(Activity)
Report every line of the entries that contains the word "live".

(The records)
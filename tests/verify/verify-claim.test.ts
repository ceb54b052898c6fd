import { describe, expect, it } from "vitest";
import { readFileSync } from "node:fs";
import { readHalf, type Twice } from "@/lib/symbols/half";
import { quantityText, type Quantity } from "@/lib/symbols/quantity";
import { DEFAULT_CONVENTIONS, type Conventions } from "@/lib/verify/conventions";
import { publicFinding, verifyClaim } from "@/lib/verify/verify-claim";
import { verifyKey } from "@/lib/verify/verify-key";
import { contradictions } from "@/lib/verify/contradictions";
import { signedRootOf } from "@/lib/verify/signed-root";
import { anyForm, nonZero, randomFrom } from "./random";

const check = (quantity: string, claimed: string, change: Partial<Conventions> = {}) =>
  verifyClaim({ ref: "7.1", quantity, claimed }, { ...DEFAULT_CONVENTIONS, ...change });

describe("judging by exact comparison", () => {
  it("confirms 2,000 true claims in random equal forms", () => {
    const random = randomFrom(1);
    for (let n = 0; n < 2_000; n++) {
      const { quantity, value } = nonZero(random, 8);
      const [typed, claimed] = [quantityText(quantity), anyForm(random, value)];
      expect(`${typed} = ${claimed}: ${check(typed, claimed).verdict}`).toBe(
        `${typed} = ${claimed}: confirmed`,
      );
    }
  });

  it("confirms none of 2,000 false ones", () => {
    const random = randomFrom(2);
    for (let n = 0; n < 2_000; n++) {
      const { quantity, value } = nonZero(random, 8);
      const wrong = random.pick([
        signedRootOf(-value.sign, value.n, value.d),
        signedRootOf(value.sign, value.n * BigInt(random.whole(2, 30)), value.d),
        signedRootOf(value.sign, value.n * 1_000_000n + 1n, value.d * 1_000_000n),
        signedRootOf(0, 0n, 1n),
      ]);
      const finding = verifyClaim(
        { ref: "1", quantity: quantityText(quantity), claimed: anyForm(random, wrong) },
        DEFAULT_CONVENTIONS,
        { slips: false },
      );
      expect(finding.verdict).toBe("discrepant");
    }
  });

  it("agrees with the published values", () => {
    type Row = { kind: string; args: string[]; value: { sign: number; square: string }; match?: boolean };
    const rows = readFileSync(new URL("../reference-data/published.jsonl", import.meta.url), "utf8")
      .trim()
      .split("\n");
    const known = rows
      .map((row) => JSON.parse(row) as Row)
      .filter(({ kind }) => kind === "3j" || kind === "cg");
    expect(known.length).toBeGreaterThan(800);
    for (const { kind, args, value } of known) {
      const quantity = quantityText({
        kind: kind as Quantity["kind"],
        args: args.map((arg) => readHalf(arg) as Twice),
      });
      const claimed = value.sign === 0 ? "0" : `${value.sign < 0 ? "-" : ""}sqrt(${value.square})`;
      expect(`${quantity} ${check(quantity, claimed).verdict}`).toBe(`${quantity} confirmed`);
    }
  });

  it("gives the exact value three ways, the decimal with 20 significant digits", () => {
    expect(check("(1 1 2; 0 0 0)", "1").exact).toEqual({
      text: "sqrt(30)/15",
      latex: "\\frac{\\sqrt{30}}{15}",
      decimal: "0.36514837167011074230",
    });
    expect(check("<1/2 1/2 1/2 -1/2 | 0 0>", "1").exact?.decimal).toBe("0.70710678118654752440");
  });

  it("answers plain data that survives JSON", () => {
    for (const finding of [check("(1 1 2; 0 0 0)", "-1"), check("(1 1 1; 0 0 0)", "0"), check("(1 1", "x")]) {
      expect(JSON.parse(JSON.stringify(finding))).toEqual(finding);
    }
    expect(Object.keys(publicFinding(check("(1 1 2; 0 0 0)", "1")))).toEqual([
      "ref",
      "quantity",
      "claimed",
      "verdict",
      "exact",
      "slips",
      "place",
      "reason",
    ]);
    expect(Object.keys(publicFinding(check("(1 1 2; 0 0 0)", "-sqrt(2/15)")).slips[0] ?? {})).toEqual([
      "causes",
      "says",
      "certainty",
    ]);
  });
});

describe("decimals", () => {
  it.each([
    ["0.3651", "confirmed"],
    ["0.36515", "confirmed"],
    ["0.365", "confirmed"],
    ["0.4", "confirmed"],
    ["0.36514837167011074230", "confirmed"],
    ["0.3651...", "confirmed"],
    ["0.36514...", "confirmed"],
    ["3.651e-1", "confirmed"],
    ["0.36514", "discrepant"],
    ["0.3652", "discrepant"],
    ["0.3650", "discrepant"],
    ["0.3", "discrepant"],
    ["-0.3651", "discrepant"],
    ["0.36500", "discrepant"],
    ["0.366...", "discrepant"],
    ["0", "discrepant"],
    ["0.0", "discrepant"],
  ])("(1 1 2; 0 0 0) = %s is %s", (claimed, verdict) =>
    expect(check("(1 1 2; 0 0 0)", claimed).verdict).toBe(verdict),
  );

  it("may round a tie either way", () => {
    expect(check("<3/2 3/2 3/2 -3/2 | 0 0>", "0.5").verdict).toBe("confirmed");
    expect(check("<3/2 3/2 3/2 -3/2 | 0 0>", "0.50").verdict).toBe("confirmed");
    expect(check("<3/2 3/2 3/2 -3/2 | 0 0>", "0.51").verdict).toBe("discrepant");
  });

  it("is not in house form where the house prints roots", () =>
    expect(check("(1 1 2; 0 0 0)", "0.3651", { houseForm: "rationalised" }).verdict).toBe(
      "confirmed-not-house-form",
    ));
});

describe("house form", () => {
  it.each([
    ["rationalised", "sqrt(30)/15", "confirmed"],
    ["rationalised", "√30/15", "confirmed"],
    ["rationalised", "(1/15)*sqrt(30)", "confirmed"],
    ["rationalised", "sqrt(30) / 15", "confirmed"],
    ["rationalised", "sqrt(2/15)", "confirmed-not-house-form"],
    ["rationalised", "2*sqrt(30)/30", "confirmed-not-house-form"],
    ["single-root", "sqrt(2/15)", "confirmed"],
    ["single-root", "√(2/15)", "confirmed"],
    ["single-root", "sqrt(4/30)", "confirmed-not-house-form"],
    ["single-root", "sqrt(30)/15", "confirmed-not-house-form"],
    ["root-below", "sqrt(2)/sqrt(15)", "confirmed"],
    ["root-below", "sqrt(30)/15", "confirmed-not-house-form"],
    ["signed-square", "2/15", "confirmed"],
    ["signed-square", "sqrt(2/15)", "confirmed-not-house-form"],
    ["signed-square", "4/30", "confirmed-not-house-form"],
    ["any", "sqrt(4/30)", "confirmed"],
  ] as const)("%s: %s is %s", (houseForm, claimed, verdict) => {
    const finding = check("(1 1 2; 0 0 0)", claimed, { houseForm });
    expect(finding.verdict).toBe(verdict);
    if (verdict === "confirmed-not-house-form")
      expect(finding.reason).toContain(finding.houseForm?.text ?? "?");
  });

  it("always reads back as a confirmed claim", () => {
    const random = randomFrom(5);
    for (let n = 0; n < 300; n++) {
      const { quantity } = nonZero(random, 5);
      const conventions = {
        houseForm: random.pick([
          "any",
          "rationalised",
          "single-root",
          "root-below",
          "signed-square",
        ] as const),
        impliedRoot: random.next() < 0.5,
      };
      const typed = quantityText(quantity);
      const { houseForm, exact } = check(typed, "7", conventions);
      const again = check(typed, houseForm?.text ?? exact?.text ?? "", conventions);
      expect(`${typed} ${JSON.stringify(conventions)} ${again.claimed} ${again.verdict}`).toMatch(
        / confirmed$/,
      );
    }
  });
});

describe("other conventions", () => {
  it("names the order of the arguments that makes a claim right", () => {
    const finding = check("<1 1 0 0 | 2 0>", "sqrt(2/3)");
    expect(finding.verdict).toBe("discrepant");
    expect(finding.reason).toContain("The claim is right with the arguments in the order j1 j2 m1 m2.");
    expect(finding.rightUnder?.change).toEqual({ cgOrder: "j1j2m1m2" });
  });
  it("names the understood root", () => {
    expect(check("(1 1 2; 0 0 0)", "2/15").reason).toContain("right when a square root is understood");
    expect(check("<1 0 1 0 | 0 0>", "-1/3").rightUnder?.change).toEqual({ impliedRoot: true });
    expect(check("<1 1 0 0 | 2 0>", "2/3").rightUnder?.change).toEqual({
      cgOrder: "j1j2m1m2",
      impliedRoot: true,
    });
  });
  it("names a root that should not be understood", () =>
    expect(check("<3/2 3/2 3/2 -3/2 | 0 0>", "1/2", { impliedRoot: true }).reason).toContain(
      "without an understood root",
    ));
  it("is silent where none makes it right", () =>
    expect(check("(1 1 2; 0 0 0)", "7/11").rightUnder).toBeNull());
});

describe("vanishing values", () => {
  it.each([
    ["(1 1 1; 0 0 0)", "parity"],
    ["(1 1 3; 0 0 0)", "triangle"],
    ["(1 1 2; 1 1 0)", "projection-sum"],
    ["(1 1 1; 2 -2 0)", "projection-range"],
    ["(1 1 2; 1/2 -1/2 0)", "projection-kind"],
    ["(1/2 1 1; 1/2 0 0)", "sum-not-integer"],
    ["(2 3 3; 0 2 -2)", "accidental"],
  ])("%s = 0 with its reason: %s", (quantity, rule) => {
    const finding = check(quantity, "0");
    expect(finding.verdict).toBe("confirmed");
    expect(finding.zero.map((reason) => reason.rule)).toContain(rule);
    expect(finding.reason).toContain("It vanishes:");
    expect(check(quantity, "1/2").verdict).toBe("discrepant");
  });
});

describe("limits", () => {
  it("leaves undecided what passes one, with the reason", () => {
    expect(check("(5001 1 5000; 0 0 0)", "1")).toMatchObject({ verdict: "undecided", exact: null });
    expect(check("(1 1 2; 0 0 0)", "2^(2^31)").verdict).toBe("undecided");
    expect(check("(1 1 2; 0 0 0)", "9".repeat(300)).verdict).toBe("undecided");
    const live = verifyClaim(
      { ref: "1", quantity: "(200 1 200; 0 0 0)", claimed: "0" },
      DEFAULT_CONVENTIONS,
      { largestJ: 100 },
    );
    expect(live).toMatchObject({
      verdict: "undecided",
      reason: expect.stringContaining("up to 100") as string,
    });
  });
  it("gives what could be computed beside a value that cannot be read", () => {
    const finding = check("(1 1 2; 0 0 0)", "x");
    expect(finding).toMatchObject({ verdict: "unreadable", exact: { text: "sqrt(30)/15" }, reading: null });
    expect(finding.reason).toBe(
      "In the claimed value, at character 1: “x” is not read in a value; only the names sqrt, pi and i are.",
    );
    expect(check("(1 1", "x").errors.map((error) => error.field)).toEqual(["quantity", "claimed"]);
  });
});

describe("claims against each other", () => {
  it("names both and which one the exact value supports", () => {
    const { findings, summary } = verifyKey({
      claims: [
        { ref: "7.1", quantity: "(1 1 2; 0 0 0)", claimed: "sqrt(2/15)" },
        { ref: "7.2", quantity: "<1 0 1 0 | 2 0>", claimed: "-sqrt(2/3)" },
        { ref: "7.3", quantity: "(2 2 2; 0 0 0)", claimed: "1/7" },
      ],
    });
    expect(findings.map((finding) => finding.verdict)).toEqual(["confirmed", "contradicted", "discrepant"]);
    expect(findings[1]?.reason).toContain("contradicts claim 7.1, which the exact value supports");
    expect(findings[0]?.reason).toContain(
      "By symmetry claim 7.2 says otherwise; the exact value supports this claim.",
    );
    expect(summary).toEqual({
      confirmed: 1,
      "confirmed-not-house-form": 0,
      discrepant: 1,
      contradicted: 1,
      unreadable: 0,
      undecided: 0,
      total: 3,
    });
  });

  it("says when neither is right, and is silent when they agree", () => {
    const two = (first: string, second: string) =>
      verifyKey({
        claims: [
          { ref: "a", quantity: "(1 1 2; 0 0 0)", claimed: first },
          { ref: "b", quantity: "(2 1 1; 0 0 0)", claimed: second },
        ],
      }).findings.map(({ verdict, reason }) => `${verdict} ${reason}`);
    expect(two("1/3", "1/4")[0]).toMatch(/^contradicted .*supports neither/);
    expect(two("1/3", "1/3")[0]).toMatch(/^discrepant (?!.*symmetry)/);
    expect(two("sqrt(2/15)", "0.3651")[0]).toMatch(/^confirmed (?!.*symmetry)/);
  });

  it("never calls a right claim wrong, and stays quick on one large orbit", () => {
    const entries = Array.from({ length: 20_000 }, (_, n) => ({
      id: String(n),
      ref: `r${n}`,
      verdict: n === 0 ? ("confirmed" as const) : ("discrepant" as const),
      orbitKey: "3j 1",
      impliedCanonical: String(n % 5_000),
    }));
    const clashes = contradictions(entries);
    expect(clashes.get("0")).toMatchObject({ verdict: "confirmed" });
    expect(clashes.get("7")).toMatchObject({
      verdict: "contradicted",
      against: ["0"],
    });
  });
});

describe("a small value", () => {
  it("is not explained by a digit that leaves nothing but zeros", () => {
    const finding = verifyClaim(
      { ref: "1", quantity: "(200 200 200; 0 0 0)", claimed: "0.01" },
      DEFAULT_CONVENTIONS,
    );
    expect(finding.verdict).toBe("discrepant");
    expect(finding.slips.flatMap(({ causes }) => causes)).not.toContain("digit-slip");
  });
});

(Output of the task)
    const live = verifyClaim(
    expect(live).toMatchObject({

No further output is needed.